Упросил Борисова остаться, уломал Бушуев. Ему нужен был организатор и вдохновитель тех преобразований, которые он замышлял. Ему нужен был человек дела, не трепач, не бумажный спец, а человек, умеющий разговаривать с людьми, идущий на участки, в бригаду, видящий, где и что не получается, знающий, что и как надо сделать, чтобы получилось. Так Борисов стал начальником Южного сетевого района, так станционник стал во главе сетевого цеха. Впрочем, прецедентов хватало. Даже в самом Минэнерго, по мнению Борисова, не работал ни один сетевик — все сплошь теплотехники да станционные электрики. Потому, наверное, когда проектировали и строили заполярную «атомку», никого не интересовало, куда, как будет выдавать свою мощность эта станция.
— Доброе утро, Антон Федорович, — сказал Гусин. — Придется нам с вами слетать к Маралихе. Пожар возле ЛЭП.
— Ну что ж, с-слетать так с-слетать. — Борисов тюкнул сигареткой в пепельницу, выпустил изо рта струйку дыма.
Гусин полез в папку со свежей почтой, нашел телеграмму из РЭУ, протянул ее начальнику района.
— Вы уже готовы к этому?
Борисов мельком взглянул, улыбнулся узкими губами, возле острого носа его собрались морщинки.
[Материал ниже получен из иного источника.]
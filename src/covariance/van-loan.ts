/**
 * Discretisation of a linear time-invariant error model over one step by Van
 * Loan's block-exponential method (docs/planar-model.md §4).
 *
 * Source: C. F. Van Loan, "Computing integrals involving the matrix
 * exponential", IEEE Trans. Automatic Control AC-23(3):395–404, 1978. For
 * ẋ = F x + G w with E[w(t) w(s)ᵀ] = Q_c δ(t − s):
 *   M = [[−F, G Q_c Gᵀ], [0, Fᵀ]]·T,  E = e^M = [[·, Φ⁻¹ Q_d], [0, Φᵀ]],
 *   Φ = E₂₂ᵀ,  Q_d = Φ E₁₂ = ∫₀ᵀ e^{Fs} G Q_c Gᵀ e^{Fᵀs} ds.
 */

import { InputError } from '../errors';
import { expm } from './matrix-exponential';

/** State transition and discrete process noise of one step. */
export interface DiscreteModel {
  /** Φ = e^{F T}, row-major n x n (state units per state unit). */
  phi: Float64Array;
  /** Q_d, row-major n x n, exactly symmetric (state units squared). */
  qd: Float64Array;
}

/**
 * Φ and Q_d for a step of length dtS.
 *
 * Q_d is linear in G Q_c Gᵀ, so per-source Q_d comes from calling this with
 * each source's own G Q_c Gᵀ (docs/planar-model.md §4); never slice a total Q_d.
 *
 * @param f continuous dynamics F, row-major n x n, in 1/s (state units per
 *   state unit per second); frame is whatever frame the states are in.
 * @param gqgT G Q_c Gᵀ, row-major n x n, symmetric positive semi-definite,
 *   two-sided PSD in state units squared per second.
 * @param n number of states, a positive integer.
 * @param dtS step length in seconds, finite and ≥ 0.
 * @returns fresh arrays Φ and Q_d; Q_d is symmetrised as (Q_d + Q_dᵀ)/2 to
 *   remove round-off asymmetry, its positive semi-definiteness is not forced.
 * @throws InputError when n is not a positive integer, an array is not n*n
 *   long, an entry is not finite, or dtS is negative or not finite.
 */
export function discretiseVanLoan(
  f: Float64Array,
  gqgT: Float64Array,
  n: number,
  dtS: number,
): DiscreteModel {
  if (!Number.isInteger(n) || n < 1) {
    throw new InputError('n', `number of states must be a positive integer, got ${n}`);
  }
  if (f.length !== n * n) throw new InputError('f', `expected ${n * n} entries, got ${f.length}`);
  if (gqgT.length !== n * n) throw new InputError('gqgT', `expected ${n * n} entries, got ${gqgT.length}`);
  if (!f.every(Number.isFinite)) throw new InputError('f', 'every entry of F must be a finite number');
  if (!gqgT.every(Number.isFinite)) throw new InputError('gqgT', 'every entry of G Q Gᵀ must be a finite number');
  if (!Number.isFinite(dtS) || dtS < 0) {
    throw new InputError('dtS', `step length must be a finite number of seconds ≥ 0, got ${dtS}`);
  }

  const m = 2 * n;
  const block = new Float64Array(m * m);
  for (let i = 0; i < n; i++) {
    for (let j = 0; j < n; j++) {
      block[i * m + j] = -f[i * n + j] * dtS;
      block[i * m + n + j] = gqgT[i * n + j] * dtS;
      block[(n + i) * m + n + j] = f[j * n + i] * dtS;
    }
  }
  const e = expm(block, m);

  const phi = new Float64Array(n * n);
  const e12 = new Float64Array(n * n);
  for (let i = 0; i < n; i++) {
    for (let j = 0; j < n; j++) {
      phi[i * n + j] = e[(n + j) * m + n + i];
      e12[i * n + j] = e[i * m + n + j];
    }
  }

  const product = new Float64Array(n * n);
  for (let i = 0; i < n; i++) {
    for (let k = 0; k < n; k++) {
      const phiIk = phi[i * n + k];
      if (phiIk === 0) continue;
      for (let j = 0; j < n; j++) product[i * n + j] += phiIk * e12[k * n + j];
    }
  }
  const qd = new Float64Array(n * n);
  for (let i = 0; i < n; i++) {
    for (let j = 0; j < n; j++) qd[i * n + j] = 0.5 * (product[i * n + j] + product[j * n + i]);
  }
  return { phi, qd };
}
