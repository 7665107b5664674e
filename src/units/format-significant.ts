/**
 * Number formatting for reports and provenance texts: a fixed count of
 * significant digits, trailing zeros dropped, and exponent notation only for
 * magnitudes where plain decimals would be long (below 1e-3 or from 1e6 up).
 */
import { InputError } from '../errors';

/** Doubles carry about 17 significant digits; more would print noise. */
const MAX_DIGITS = 17;
/** Plain decimals from 1e-3 up to (not including) 1e6; exponent notation outside. */
const PLAIN_MIN_EXPONENT = -3;
const PLAIN_MAX_EXPONENT = 5;

function dropTrailingZeros(text: string): string {
  return text.includes('.') ? text.replace(/\.?0+$/, '') : text;
}

/**
 * Formats `x` with `digits` significant digits, e.g.
 * formatSignificant(2.908882086657216e-4, 6) === '2.90888e-4',
 * formatSignificant(206264.80624709636, 6) === '206265',
 * formatSignificant(0.5, 6) === '0.5'. Zero (and -0) give '0'; NaN and
 * ±Infinity give 'NaN', 'Infinity', '-Infinity' so that a report can show them.
 * The result has no unit: the caller writes the unit beside it.
 * @throws InputError at path 'digits' when `digits` is not a whole number from 1 to 17.
 */
export function formatSignificant(x: number, digits: number): string {
  if (!Number.isInteger(digits) || digits < 1 || digits > MAX_DIGITS) {
    throw new InputError('digits', `must be a whole number from 1 to ${MAX_DIGITS}, got ${digits}`);
  }
  if (!Number.isFinite(x)) return String(x);
  if (x === 0) return '0';
  // toExponential rounds once; the plain form re-prints that rounded value, so no double rounding.
  const [mantissa, exponentText] = x.toExponential(digits - 1).split('e');
  const exponent = Number(exponentText);
  if (exponent >= PLAIN_MIN_EXPONENT && exponent <= PLAIN_MAX_EXPONENT) {
    const decimals = Math.max(0, digits - 1 - exponent);
    return dropTrailingZeros(Number(`${mantissa}e${exponent}`).toFixed(decimals));
  }
  return `${dropTrailingZeros(mantissa)}e${exponent}`;
}
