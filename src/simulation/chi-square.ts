import jstat from 'jstat';

/**
 * Quantile of the chi-square distribution (jstat's jStat.chisquare.inv, via
 * its inverse regularised incomplete gamma). Checked in the tests against a
 * second library and table values; @stdlib's chi-square quantile 0.2.3 was
 * tried first and is 6e-5 off at 5,000 degrees of freedom.
 * @param p probability in (0, 1).
 * @param dof degrees of freedom, > 0.
 */
export function chiSquareQuantile(p: number, dof: number): number {
  return jstat.jStat.chisquare.inv(p, dof);
}
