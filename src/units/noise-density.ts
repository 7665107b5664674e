/**
 * Noise density, per-sample sigma and random-walk coefficient of a white noise.
 *
 * Convention (the engine's, stated once here): IEEE Std 952 two-sided. A white
 * rate noise of two-sided power spectral density N² has angle random walk N,
 * and its Allan deviation at τ = 1 s is N. A datasheet noise density (deg/s/√Hz,
 * µg/√Hz) is taken to be numerically N, i.e. two-sided, unless the row marks it
 * one-sided. A one-sided PSD folds the negative frequencies onto the positive
 * ones, so it is twice the two-sided PSD, and N = density/√2. The same holds
 * for accelerometers (velocity random walk) and any other white noise.
 *
 * Sampled noise: independent samples of standard deviation σ_d at rate f_s
 * have a two-sided PSD σ_d²/f_s, so N = σ_d/√f_s.
 *
 * All values are SI and the functions are unit-agnostic as long as the caller
 * is consistent: a density in rad/s/√Hz gives N in rad/√s (the same unit), a
 * per-sample σ in rad/s gives N in rad/√s.
 */
import { InputError } from '../errors';

/** Which spectrum a datasheet density refers to. */
export type DensitySides = 'one' | 'two';

function requireNonNegative(x: number, what: string, path: string): void {
  if (typeof x !== 'number' || !Number.isFinite(x) || x < 0) {
    throw new InputError(path, `${what} must be a finite number of zero or more, got ${String(x)}`);
  }
}

function requireRate(rateHz: number, path: string): void {
  if (typeof rateHz !== 'number' || !Number.isFinite(rateHz) || rateHz <= 0) {
    throw new InputError(path, `the sample rate must be a finite number of Hz greater than zero, got ${String(rateHz)}`);
  }
}

/** √2 for a one-sided density, 1 for two-sided; checks `sides` at run time too. */
function sideFactor(sides: DensitySides, path: string): number {
  if (sides === 'two') return 1;
  if (sides === 'one') return Math.SQRT2;
  throw new InputError(path, `the density must be marked 'one'- or 'two'-sided, got ${JSON.stringify(sides)}`);
}

/**
 * The random-walk coefficient N (rad/√s, or m/s/√s) of a white noise whose
 * datasheet density is `densitySI` (rad/s/√Hz, or m/s²/√Hz): N = density for
 * a two-sided density, density/√2 for a one-sided one.
 * @param path where the density sits in the input, for error messages.
 * @throws InputError naming `path` when the density is negative or not
 *   finite, or `sides` is neither 'one' nor 'two'.
 */
export function randomWalkFromDensity(densitySI: number, sides: DensitySides, path = ''): number {
  requireNonNegative(densitySI, 'the noise density', path);
  return densitySI / sideFactor(sides, path);
}

/**
 * Inverse of {@link randomWalkFromDensity}: the density (rad/s/√Hz, or
 * m/s²/√Hz) to print for a random-walk coefficient `randomWalkSI`.
 * @throws InputError naming `path` as {@link randomWalkFromDensity} does.
 */
export function densityFromRandomWalk(randomWalkSI: number, sides: DensitySides, path = ''): number {
  requireNonNegative(randomWalkSI, 'the random-walk coefficient', path);
  return randomWalkSI * sideFactor(sides, path);
}

/**
 * The random-walk coefficient N = σ_d/√f_s of independent samples with
 * standard deviation `sigmaSI` (rad/s, or m/s) at `rateHz` (Hz); N in rad/√s
 * (or m/s/√s).
 * @throws InputError naming `path` when `sigmaSI` is negative or not finite,
 *   or `rateHz` is not a finite number greater than zero.
 */
export function randomWalkFromSampleSigma(sigmaSI: number, rateHz: number, path = ''): number {
  requireNonNegative(sigmaSI, 'the per-sample sigma', path);
  requireRate(rateHz, path);
  return sigmaSI / Math.sqrt(rateHz);
}

/**
 * Inverse of {@link randomWalkFromSampleSigma}: the per-sample standard
 * deviation σ_d = N·√f_s (rad/s, or m/s) of a random walk `randomWalkSI`
 * (rad/√s, or m/s/√s) sampled at `rateHz` (Hz).
 * @throws InputError naming `path` when `randomWalkSI` is negative or not
 *   finite, or `rateHz` is not a finite number greater than zero.
 */
export function sampleSigmaFromRandomWalk(randomWalkSI: number, rateHz: number, path = ''): number {
  requireNonNegative(randomWalkSI, 'the random-walk coefficient', path);
  requireRate(rateHz, path);
  return randomWalkSI * Math.sqrt(rateHz);
}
— Эт-то же обычное дело, Василь Романович. П-пусть инспекция з-занимается. Только наше управление могло д-додуматься устраивать с-со-ревнования в п-промсезон. У меня людей на пожар взяли, с-семь человек. А теперь — п-пять на соревнование. А их всего — д-девять.
Приоткрыла дверь Валечка, сказала:
— Василь Романович, к вам Юля просится.
— Какая Юля?
— Из детского сада, воспитатель.
— Пусть зайдет.
Грудной голос с истерическими нотками уже звучал в приемной:
— …невозможно так больше. Не нужны мы вам, так распустите детский садик, мы тоже люди, в конце концов…
Юля оказалась красивой женщиной с большими черными глазами и удивительно приятным оттенком кожи лица — кофе с молоком. Высокая прическа, наманикюренные ногти на длинных пальцах, алые губы, дрожащие от обиды, слезы в глазах.
— Здравствуйте, — сказал спокойно Гусин. — Садитесь, пожалуйста. Что у вас случилось?
Юля не села. Она была уже в таком состоянии, что ничего не видела и не слышала.
— Если вы считаете возможным унижать нас и оскорблять, то это не может так долго оставаться… Дети! Разве я могу думать о них, когда меня ни во что не ставят?
— Что у вас произошло? — Гусин спрашивал раздельно и четко.
Юля еще продолжала свою бессвязную речь, но в глубине ее глаз мелькнула какая-то мысль, и Гусин подумал, что она просто ломает комедию, эта красавица.
— Ни с кем так не обращаются, как с нами, другим вы и премию платите, а нам слова доброго не…
— А ну тихо! — властно обронил Борисов, и Юля моментально умолкла, опасливо косясь на начальника района. Видимо, Борисова она знала прекрасно.
— Или говори п-понятно, или м-мотай отсюда, — Борисов даже не глянул в ее сторону.
В кабинет вошел, шумно дыша, расплывшийся шестидесятилетний заместитель директора Филькинштейн. Он поздоровался и, всплеснув руками, сложил их на своем необъятном животе.